-------- DATA FOR THIS TASK

// tally collects what a phase measures; each client of a flat-out phase
// keeps its own and merges it at the end.
type tally struct {
	timings    []time.Duration
	byPart     map[string][]time.Duration
	fiveXX     int
	other      int
	transport  int
	firstError string
}

// record counts one request: part is the route it went to inside a mixed
// phase, or "". Reads and inline reviews answer 200, creates 201.
func (t *tally) record(part string, took time.Duration, status int, err error) {
	t.timings = append(t.timings, took)
	if part != "" {
		if t.byPart == nil {
			t.byPart = map[string][]time.Duration{}
		}
		t.byPart[part] = append(t.byPart[part], took)
	}
	if err == nil && (status == http.StatusOK || status == http.StatusCreated) {
		return
	}
	switch {
	case status == 0:
		t.transport++
	case status >= 500:
		t.fiveXX++
	default:
		t.other++
	}
	if t.firstError == "" {
		t.firstError = fmt.Sprintf("status %d: %v", status, err)
	}
}

func (t *tally) merge(o *tally) {
	t.timings = append(t.timings, o.timings...)
	for part, d := range o.byPart {
		if t.byPart == nil {
			t.byPart = map[string][]time.Duration{}
		}
		t.byPart[part] = append(t.byPart[part], d...)
	}
	t.fiveXX += o.fiveXX
	t.other += o.other
	t.transport += o.transport
	if t.firstError == "" {
		t.firstError = o.firstError
	}
}

func (t *tally) result(route loadRoute, elapsed time.Duration) phaseResult {
	res := phaseResult{route: route, requests: len(t.timings), elapsed: elapsed, fiveXX: t.fiveXX, other: t.other,
		transport: t.transport, firstError: t.firstError}
	slices.Sort(t.timings)
	res.p50, res.p99 = percentile(t.timings, 0.50), percentile(t.timings, 0.99)
	for part, d := range t.byPart {
		slices.Sort(d)
		res.parts = append(res.parts, partResult{name: part, requests: len(d),
			p50: percentile(d, 0.50), p99: percentile(d, 0.99)})
	}
	slices.SortFunc(res.parts, func(a, b partResult) int { return strings.Compare(a.name, b.name) })
	return res
}

// loadState is what the routes share: the designs to review, and every
// acknowledged create, checked again at the end.
type loadState struct {
	design    []byte
	designIDs []client.ID // one stored design per client
	partIDs   []client.ID // parts on the shelf, for their pages

	mu           sync.Mutex
	components   []client.ID
	reviewShares map[client.ID][]string // design id -> share ids
}

func (st *loadState) ackComponent(id client.ID) {
	st.mu.Lock()
	st.components = append(st.components, id)
	st.mu.Unlock()
}

func (st *loadState) ackReview(design client.ID, share string) {
	st.mu.Lock()
	st.reviewShares[design] = append(st.reviewShares[design], share)
	st.mu.Unlock()
}

func runLoad(ctx context.Context, cfg loadConfig, progress io.Writer) (*loadReport, error) {
	transport := &http.Transport{
		MaxIdleConns:        cfg.clients * 2,
		MaxIdleConnsPerHost: cfg.clients * 2,
		IdleConnTimeout:     30 * time.Second,
		// A review's answer is about 50 KB: read it in a few system calls,
		// not a dozen, and send a design with its headers in one, so the
		// harness takes less of the CPU it shares with the server.
		ReadBufferSize:  64 << 10,
		WriteBufferSize: 16 << 10,
	}
	defer transport.CloseIdleConnections()
	httpClient := &http.Client{Transport: transport, Timeout: 30 * time.Second}
	clients := make([]*loadClient, cfg.clients)
	for i := range clients {
		clients[i] = &loadClient{http: httpClient, base: cfg.base, token: cfg.token, id: i}
	}
	state := &loadState{design: reviewDesign("load review", loadReviewDesignNodes), reviewShares: map[client.ID][]string{}}
	if err := prepareLoad(ctx, clients, state, progress); err != nil {
		return nil, err
	}

	rss := newRSSSampler(cfg.pid)
	stopRSS := rss.start()
	routes := loadRoutes(state)
	report := &loadReport{partial: cfg.only != ""}
	// A short unmeasured warm-up fills the connection pools on both sides.
	warm := cfg
	warm.requests, warm.duration = cfg.clients*10, 2*time.Second
	runPhase(ctx, warm, clients, mixedRoute(routes))
	if !report.partial {
		fmt.Fprintf(progress, "load: steady, %d requests a second for %s ...\n", budgetSteadyRate, cfg.steady)
		report.steady = runSteady(ctx, cfg.steady, clients, routes)
	}
	for _, r := range selectRoutes(append(routes, mixedRoute(routes)), cfg.only) {
		if ctx.Err() != nil {
			break
		}
		fmt.Fprintf(progress, "load: %s ...\n", r.name)
		report.phases = append(report.phases, runPhase(ctx, cfg, clients, r))
	}
	if !report.partial && ctx.Err() == nil {
		fmt.Fprintf(progress, "load: %d reviews of a %d-node design ...\n", largeReviews, largeDesignNodes)
		report.large = runLarge(ctx, clients[0])
	}
	stopRSS()
	report.rssPeak, report.rssSource = rss.peak()
	if report.rssSource == "" {
		report.rssPeak, report.rssSource = scrapeRSS(ctx, clients[0])
	}
	if ctx.Err() != nil {
		// Interrupted: what ran is printed, but the run cannot pass, and
		// the writes are not read back on a cancelled context.
		report.partial = true
		return report, nil
	}
	report.acked, report.lost, report.lostDetail = checkWrites(ctx, clients[0], state)
	return report, nil
}

// prepareLoad fills the shelf to more than a page and stores one design
// per client for the stored-review route.
func prepareLoad(ctx context.Context, clients []*loadClient, state *loadState, progress io.Writer) error {
	c := clients[0]
	req, err := client.NewGetReadyzRequest(c.base)
	if _, _, err := c.expect(ctx, req, err, http.StatusOK); err != nil {
		return fmt.Errorf("the server at %s is not ready: %w", c.base, err)
	}
	limit := client.Limit(200)
	req, err = client.NewGetV1ComponentsRequest(c.base, &client.GetV1ComponentsParams{Limit: &limit})
	res, err := c.do(ctx, req, err)
	if err != nil {
		return fmt.Errorf("list components: %w", err)
	}
	list, err := client.ParseGetV1ComponentsResponse(res)
	if err == nil {
		err = parsed(res, list.Body, list.JSON200 != nil)
	}
	if err != nil {
		return fmt.Errorf("the token does not list components: %w", err)
	}
	for _, it := range list.JSON200.Items {
		state.partIDs = append(state.partIDs, it.Id)
	}
	if have := len(list.JSON200.Items); have < loadMinShelfSize {
		fmt.Fprintf(progress, "load: adding %d components so the shelf holds more than a page\n", loadMinShelfSize-have)
		for i := have; i < loadMinShelfSize; i++ {
			id, err := createLoadComponent(ctx, c, state, i)
			if err != nil {
				return fmt.Errorf("add a component: %w", err)
			}
			state.partIDs = append(state.partIDs, id)
		}
	}
	for i := range clients {
		doc := reviewDesign(fmt.Sprintf("load design %d", i), loadReviewDesignNodes)
		req, err := client.NewPostV1DesignsRequestWithBody(c.base, "application/json", bytes.NewReader(doc))
		res, err := c.do(ctx, req, err)
		if err != nil {
			return fmt.Errorf("store a design: %w", err)
		}
		created, err := client.ParsePostV1DesignsResponse(res)
		if err == nil {
			err = parsed(res, created.Body, created.JSON201 != nil)
		}
		if err != nil {
			return fmt.Errorf("store a design: %w", err)
		}
		state.designIDs = append(state.designIDs, created.JSON201.Id)
	}
	return nil
}

// createLoadComponent stores one component and records it as acknowledged.
func createLoadComponent(ctx context.Context, c *loadClient, state *loadState, n int) (client.ID, error) {
	// Written out rather than marshalled: the harness shares the cores with
	// the server it measures. A small gear motor's figures (invented load
	// data).
	body := fmt.Appendf(nil, `{"name":"load part %d-%d","kind":"motor","bin":"load bin %d","quantity":%d,`+
		`"condition":"working","spec_source":"measured","description":"written by wattshelf-load",`+
		`"rated_v":6.0,"no_load_a":0.15,"stall_a":2.2,"min_v":3.0,"max_v":7.2}`, c.id, n, n%7, 1+n%5)
	req, err := client.NewPostV1ComponentsRequestWithBody(c.base, "application/json", bytes.NewReader(body))
	res, err := c.do(ctx, req, err)
	if err != nil {
		return 0, err
	}
	created, err := client.ParsePostV1ComponentsResponse(res)
	if err != nil {
		return 0, &answerError{status: res.StatusCode, err: err}
	}
	if err := parsed(res, created.Body, created.JSON201 != nil && created.JSON201.Id != 0); err != nil {
		return 0, &answerError{status: res.StatusCode, err: err}
	}
	state.ackComponent(created.JSON201.Id)
	return created.JSON201.Id, nil
}

// answerError is an answer other than the one a route expects, with its
// status.
type answerError struct {
	status int
	err    error
}

func (e *answerError) Error() string { return e.err.Error() }
func (e *answerError) Unwrap() error { return e.err }
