func (r *reviewer) fuseMissing(n *node) {
	var room [6]cond // a check has at most five conditions: they stay on the stack
	src := &r.t.nodes[n.parent]
	deliver, what := src.maxA, "its max_a"
	if src.kind == kindBattery {
		deliver, what = src.pack.ShortCircuitA(), "a short circuit of the full pack"
	}
	f := n.feed
	fused := f.fuse != nil
	conds := append(room[:0],
		flagged("burns", Fail, !fused && deliver > f.ampacity, deliver, f.ampacity, "A"),
		flagged("advised", Warn, !fused, deliver, f.ampacity, "A"))
	r.emit(CheckFuseMissing, n.id, conds, func(c cond, passed bool) string {
		switch {
		case passed:
			return r.say(txt("The feed from "), txt(src.id), txt(" to "), txt(n.id), txt(" is fused at "), val(f.fuse.ratingA), txt(" A."))
		case c.what == "burns":
			return fmt.Sprintf("The feed from %s to %s has no fuse, and %s can deliver %s A (%s), more than the %s A its %s wire "+
				"carries: a short would set the wire alight. Fuse it next to %s.", src.id, n.id, src.id, num(deliver), what,
				num(f.ampacity), f.gauge.Label, src.id)
		}
		return fmt.Sprintf("The feed from %s to %s has no fuse. %s can deliver at most %s A, within what the wire carries, "+
			"but a fuse next to the source is still advised.", src.id, n.id, src.id, num(deliver))
	})
}

func (r *reviewer) fuseRating(n *node, protectedAmp float64, protectedID string) {
	var room [6]cond // a check has at most five conditions: they stay on the stack
	fu := n.feed.fuse
	l := r.limits.Fuses
	maxRating := l.MaxAmpacityMultiple.Value * protectedAmp
	minRating := l.ContinuousLoadFactor.Value * n.run
	conds := append(room[:0], above("too big", Fail, fu.ratingA, maxRating, "A"))
	// fuse.interrupt judges the voltage rating where it runs, with the
	// breaking capacity; under limits that predate it this check does.
	voltage := fu.voltageV > 0 && !r.runs(CheckFuseInterrupt)
	if voltage {
		conds = append(conds, below("voltage", Fail, fu.voltageV, n.vHigh, "V"))
	}
	conds = append(conds, below("too small", Warn, fu.ratingA, minRating, "A"))
	if fu.fast && n.hasMotor {
		conds = append(conds, below("surge", Warn, fu.ratingA, n.peak, "A"))
	}
	series := l.Families
	if fu.family != nil {
		series = []electric.FuseFamily{*fu.family}
	}
	standard, next := false, 0.0
	for _, fam := range series {
		if electric.IsStandardRating(fam.RatingsA, fu.ratingA) {
			standard = true
		}
		if r, ok := electric.NextStandardRating(fam.RatingsA, fu.ratingA); ok && (next == 0 || r < next) {
			next = r
		}
	}
	conds = append(conds, flagged("standard", Warn, !standard, fu.ratingA, next, "A"))
	r.emit(CheckFuseRating, n.id, conds, func(c cond, passed bool) string {
		switch {
		case passed:
			if voltage {
				return r.say(txt("The "), val(fu.ratingA), txt(" A fuse on the feed to "), txt(n.id), txt(" sits between "), val(minRating),
					txt(" A (running current × "), val(l.ContinuousLoadFactor.Value), txt(") and "), val(maxRating),
					txt(" A (the wire it protects × "), val(l.MaxAmpacityMultiple.Value), txt("), and its "), val(fu.voltageV),
					txt(" V rating covers the "), val(n.vHigh), txt(" V circuit."))
			}
			r.say(txt("The "), val(fu.ratingA), txt(" A fuse on the feed to "), txt(n.id), txt(" sits between "), val(minRating),
				txt(" A (running current × "), val(l.ContinuousLoadFactor.Value), txt(") and "), val(maxRating),
				txt(" A (the wire it protects × "), val(l.MaxAmpacityMultiple.Value))
			if r.runs(CheckFuseInterrupt) {
				return r.say(txt(")."))
			}
			return r.say(txt("); give voltage_rating_v or a family to check its DC voltage rating."))
		case c.what == "too big":
			return fmt.Sprintf("The %s A fuse on the feed to %s is too big to protect the wire to %s (%s A ampacity): at most %s A.",
				num(fu.ratingA), n.id, protectedID, num(protectedAmp), num(maxRating))
		case c.what == "voltage":
			return fmt.Sprintf("The fuse on the feed to %s is rated %s V DC, below the %s V the circuit reaches: it may not break the arc.",
				n.id, num(fu.voltageV), num(n.vHigh))
		case c.what == "too small":
			return fmt.Sprintf("The %s A fuse on the feed to %s is below %s × its %s A running current (%s A): it may blow in normal use.",
				num(fu.ratingA), n.id, num(l.ContinuousLoadFactor.Value), num(n.run), num(minRating))
		case c.what == "surge":
			return fmt.Sprintf("The fast %s A fuse on the feed to %s is below the %s A motor surge it will see: use a slow fuse.",
				num(fu.ratingA), n.id, num(n.peak))
		}
		series := "any stored fuse series"
		if fu.family != nil {
			series = "the " + fu.family.Name + " series"
		}
		return fmt.Sprintf("%s A on the feed to %s is not a standard rating of %s; the next one up is %s A (check it against "+
			"the limits above).", num(fu.ratingA), n.id, series, num(next))
	})
}
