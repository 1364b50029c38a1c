// Every route × every role: allowed, redirected to sign-in, or refused — checked on the server.
import { randomUUID } from "node:crypto";
import { beforeAll, describe, expect, it } from "vitest";
import routeConfig from "~/routes";
import { db, schema } from "~/infra/db.server";
import { inventoryEditors, roles, staffRoles, type Role } from "~/lib/roles";
import { createOrg, makeRequest, outcome, type Org } from "./fixtures";

// Every route module under app/routes, keyed as app/routes.ts names them ("routes/…").
const modules: Record<string, Record<string, unknown>> = Object.fromEntries(
  Object.entries(import.meta.glob("/app/routes/**/*.{ts,tsx}", { eager: true })).map(([path, mod]) => [path.replace(/^\/app\//, ""), mod as Record<string, unknown>]),
);

type Actor = "anonymous" | Role;
type Expect = "ok" | "sign-in" | "forbidden" | "home" | "portal" | "unauthorized" | "not-found" | "signed-out" | "bad-request" | "conflict" | "unsupported";
type Handler = (args: { request: Request; params: Record<string, string>; context: unknown }) => unknown;
type Case = {
  file: string;
  method: "loader" | "action";
  path: () => string;
  form?: Record<string, string>;
  /** A JSON body (API routes); `method2` the HTTP method when not POST. */
  json?: unknown;
  method2?: "PATCH" | "PUT" | "DELETE";
  params?: () => Record<string, string>;
  expect: (actor: Actor) => Expect;
};

const staff = (actor: Actor, ok: Expect, anonymous: Expect = "sign-in") => (actor === "anonymous" ? anonymous : ok);
const ownerOnly = (actor: Actor, ok: Expect) => (actor === "anonymous" ? "sign-in" : actor === "owner" ? ok : "forbidden");
const visitorOnly = (actor: Actor) => (actor === "anonymous" ? "ok" : "home");
/** API routes: allowed for the listed roles, 403 for other members, 401 for visitors. */
const apiRoles = (allowed: readonly Role[], ok: Expect) => (actor: Actor): Expect => (actor === "anonymous" ? "unauthorized" : allowed.includes(actor) ? ok : "forbidden");
/** Allowed for the listed roles, 403 for other members, sign-in for visitors. */
const rolesIn = (allowed: readonly Role[], ok: Expect) => (actor: Actor): Expect => (actor === "anonymous" ? "sign-in" : allowed.includes(actor) ? ok : "forbidden");

let org: Org;
let invitationId = "";
let clientId = "";
let siteId = "";
let visitId = "";
let photoId = "";
let assessmentId = "";
let documentId = "";
let invoiceId = "";
const billingRoles = ["owner", "billing"] as const;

----------------

Copy exactly the lines from the top of the entries through the line with "200, creates 201." in it, please, keeping both ends and adding nothing.

• ANSWER SPACE
// tally collects what a phase measures; each client of a flat-out phase
// keeps its own and merges it at the end.
type tally struct {
	timings    []time.Duration
	byPart     map[string][]time.Duration
	fiveXX     int
	other      int
	transport  int
	firstError string
}

// record counts one request: part is the route it went to inside a mixed
// phase, or "". Reads and inline reviews answer 200, creates 201.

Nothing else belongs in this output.